Chicago Bleeds Blues transforms the pair’s organic grooves into digital arrangements consisting of, at the very least, a five-piece band.

The opening track, “Dig It,” punches into Steele’s stomping drumbeat with a four-count, minor key introduction that lays the foundation for Dakich’s triumphant guitar melody. In between, a horn section accentuates the up-tempo mood. It is liquid joy laced over groovy confidence.

To make most of the songs, Steele would sketch tempo and chord changes into a foundation that set a mood. “Major is happy and minor is kind of melancholic,” he says.
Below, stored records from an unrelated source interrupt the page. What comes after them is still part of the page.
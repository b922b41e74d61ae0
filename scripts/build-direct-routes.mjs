// Bundles scripts/direct-routes.ts (the route handlers scripts/serve.mjs answers without Next's router) into
// .next/direct-routes.mjs, stamped with the id of the Next build it belongs to: serve.mjs uses the bundle only with
// that build, so the two never serve different code. npm packages stay outside the bundle and load from
// node_modules, as in Next's own server build; `server-only` is the one left out (it throws outside React's server
// environment, which is what it is for; everything here runs only on the server).
//
//   node scripts/build-direct-routes.mjs        (after `next build`; scripts/lib/build.mjs and `npm run build` do)
//
// esbuild is imported only when building, so scripts/lib/build.mjs can import this file before `npm ci`.
import fs from "node:fs";
import path from "node:path";
import { fileURLToPath } from "node:url";
import { readBuildId } from "./lib/build-id.mjs";

const repoRoot = path.resolve(path.dirname(fileURLToPath(import.meta.url)), "..");

/** Where serve.mjs looks for the bundle, relative to the checkout. */
export const DIRECT_ROUTES_FILE = path.join(".next", "direct-routes.mjs");

/** The build id a bundle was made for, from its first line; null for no bundle. */
export function directRoutesBuildId(root = repoRoot) {
  try {
    const first = fs.readFileSync(path.join(root, DIRECT_ROUTES_FILE), "utf8").split("\n", 1)[0];
    return /^\/\/ gusset direct routes for build (\S+)$/.exec(first)?.[1] ?? null;
  } catch {
    return null;
  }
}

export async function buildDirectRoutes({ root = repoRoot } = {}) {
  const buildId = readBuildId(root);
  if (!buildId) throw new Error("build-direct-routes: there is no Next build (.next/BUILD_ID) to bundle the routes for");
  const { build } = await import("esbuild");
  const out = path.join(root, DIRECT_ROUTES_FILE);
  const temporary = `${out}.${process.pid}.tmp`;
  await build({
    absWorkingDir: root,
    entryPoints: ["scripts/direct-routes.ts"],
    outfile: temporary,
    bundle: true,
    format: "esm",
    platform: "node",
    target: "node20",
    packages: "external",
    tsconfig: "tsconfig.json",
    banner: { js: `// gusset direct routes for build ${buildId}` },
    logLevel: "warning",
    plugins: [
      {
        // Next's entry points (next/headers, next/navigation, next/server) are files without an exports map: Node's
        // ESM loader needs their extension.
        name: "next-entry-points",
        setup(plugin) {
          plugin.onResolve({ filter: /^next\/[a-z-]+$/ }, ({ path: request }) => ({ path: `${request}.js`, external: true }));
        },
      },
      {
        name: "server-only",
        setup(plugin) {
          plugin.onResolve({ filter: /^server-only$/ }, () => ({ path: "server-only", namespace: "server-only" }));
          plugin.onLoad({ filter: /.*/, namespace: "server-only" }, () => ({ contents: "export {};", loader: "js" }));
        },
      },
    ],
  });
  fs.renameSync(temporary, out);
  return { file: out, buildId };
}

if (import.meta.url === `file://${process.argv[1]}`) {
  buildDirectRoutes()
    .then(({ file, buildId }) =>
      console.log(
        `direct routes bundled for build ${buildId}: ${path.relative(repoRoot, file)} (${fs.statSync(file).size} bytes)`,
      ),
    )
    .catch((error) => {
      console.error(error);
      process.exit(1);
    });
}
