/**
 * npm run verify-standards — runs every verification case of every starting standard (content/standards) on
 * the current engine and prints each case with its source; exits 1 if any version does not compile or any
 * case fails, so an engine change that breaks a published standard is seen before it lands.
 *
 *   --live        also the firm's live versions in the database (DATABASE_URL): published or superseded,
 *                 not withdrawn — what engineers can still run
 *   --live-only   only those (`npm start` runs this and warns about a failure without stopping)
 */
import pg from "pg";
import { compileStandard } from "../lib/standards";
import { runVerification } from "../lib/standards/verify";
import { engineIdentityLabel } from "../lib/engine";
import { startingStandardFiles } from "./lib/starting-standards";

const liveOnly = process.argv.includes("--live-only");
const live = liveOnly || process.argv.includes("--live");

/** The firm's versions that can still be run, newest first within each standard. */
async function liveVersions(): Promise<{ file: string; source: string }[]> {
  const url = process.env.DATABASE_URL;
  if (!url) throw new Error("--live needs DATABASE_URL (the app's database)");
  const client = new pg.Client({ connectionString: url });
  await client.connect();
  try {
    const { rows } = await client.query<{ slug: string; number: number; source: string }>(
      `select s.slug, v.number, v.source from standard_versions v join standards s on s.id = v.standard_id
        where not exists (select 1 from standard_version_events e where e.version_id = v.id and e.kind = 'withdrawn')
        order by s.slug, v.number desc`,
    );
    return rows.map((row) => ({ file: `firm: ${row.slug} v${row.number}`, source: row.source }));
  } finally {
    await client.end();
  }
}

const sources = [...(liveOnly ? [] : startingStandardFiles()), ...(live ? await liveVersions() : [])];
let failed = 0;
let cases = 0;
console.log(
  `Verifying ${liveOnly ? "the firm's live versions" : live ? "the starting standards and the firm's live versions" : "the starting standards"} on ${engineIdentityLabel()}`,
);
for (const { file, source } of sources) {
  const compiled = compileStandard(source);
  if (!compiled.ok) {
    failed++;
    console.log(`\n✗ ${file}: does not compile`);
    for (const p of compiled.problems) console.log(`    line ${p.line ?? "?"}: ${p.path ? `${p.path}: ` : ""}${p.message}`);
    continue;
  }
  console.log(`\n${file} — ${compiled.standard.definition.title}`);
  for (const r of runVerification(compiled.standard)) {
    cases++;
    if (!r.pass) failed++;
    console.log(`  ${r.pass ? "✓" : "✗"} ${r.name}`);
    console.log(`      source: ${r.source}`);
    if (r.failure) console.log(`      could not evaluate: ${r.failure}`);
    for (const c of r.checks) {
      const error = c.relativeError === null ? "—" : c.relativeError.toExponential(1);
      console.log(
        `      ${c.pass ? "ok  " : "FAIL"} ${c.target}: relative error ${error} (tolerance ${c.tolerance})${c.message ? ` — ${c.message}` : ""}`,
      );
    }
  }
}
console.log(`\n${cases} cases, ${failed === 0 ? "all passed" : `${failed} failed`}.`);
process.exit(failed === 0 ? 0 : 1);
Dakich would populate the backgrounds with melody. “We are trying to tell a really musical story,” he explains. “Trying to play from the heart on everything.” He played one of two guitars for most of the songs on the album.

“My number one guitar is the Ibanez semi-hollow body for warm bluesy tones,” he explains. “I also played a custom (Fender) Stratocaster with a Tele (Telecaster) neck built specifically for slide guitar, which offers microtonal qualities that really help emulate a human voice.”

This is essential to his role as narrator.

“Dave plays his leads and the leads tell a story,” explains Steele. He backs up the guitarist with a 5-piece Slingerland kit surrounded by Zildjian Turkish cymbals that “recreates sound of the 60s and 70s.”

“It’s black maplewood,” he continues. “I’ve been using that sucker all my life.”

To get an authentic sound, they pumped the guitar through a mid-60s Fender Princeton amp that, according to Dakich, is “very difficult to reproduce that digitally.” Just like the drums and guitars, this equipment was made in the previous millennium.

“It’s known as a Holy Grail type of tube amp,” Dakich continues. “It has a special kind of warmth and natural overdrive that combine to create a real organic sound.”

The amp belongs to David’s father, Ron Steele, Sr., who established himself as a legendary session guitarist before co-founding Chicago’s Streeterville Studios back in the early 70’s. He still admires the sound to this day.

“Every time my dad stops by the studio, he keeps threatening to bring it back home,” says David.

On Chicago Bleeds Blues, Dakich and Steele simply played whatever felt good. The results speak for themselves.

“We’re in release and discover mode,” says Steele. “We kind of hope that people dig it.”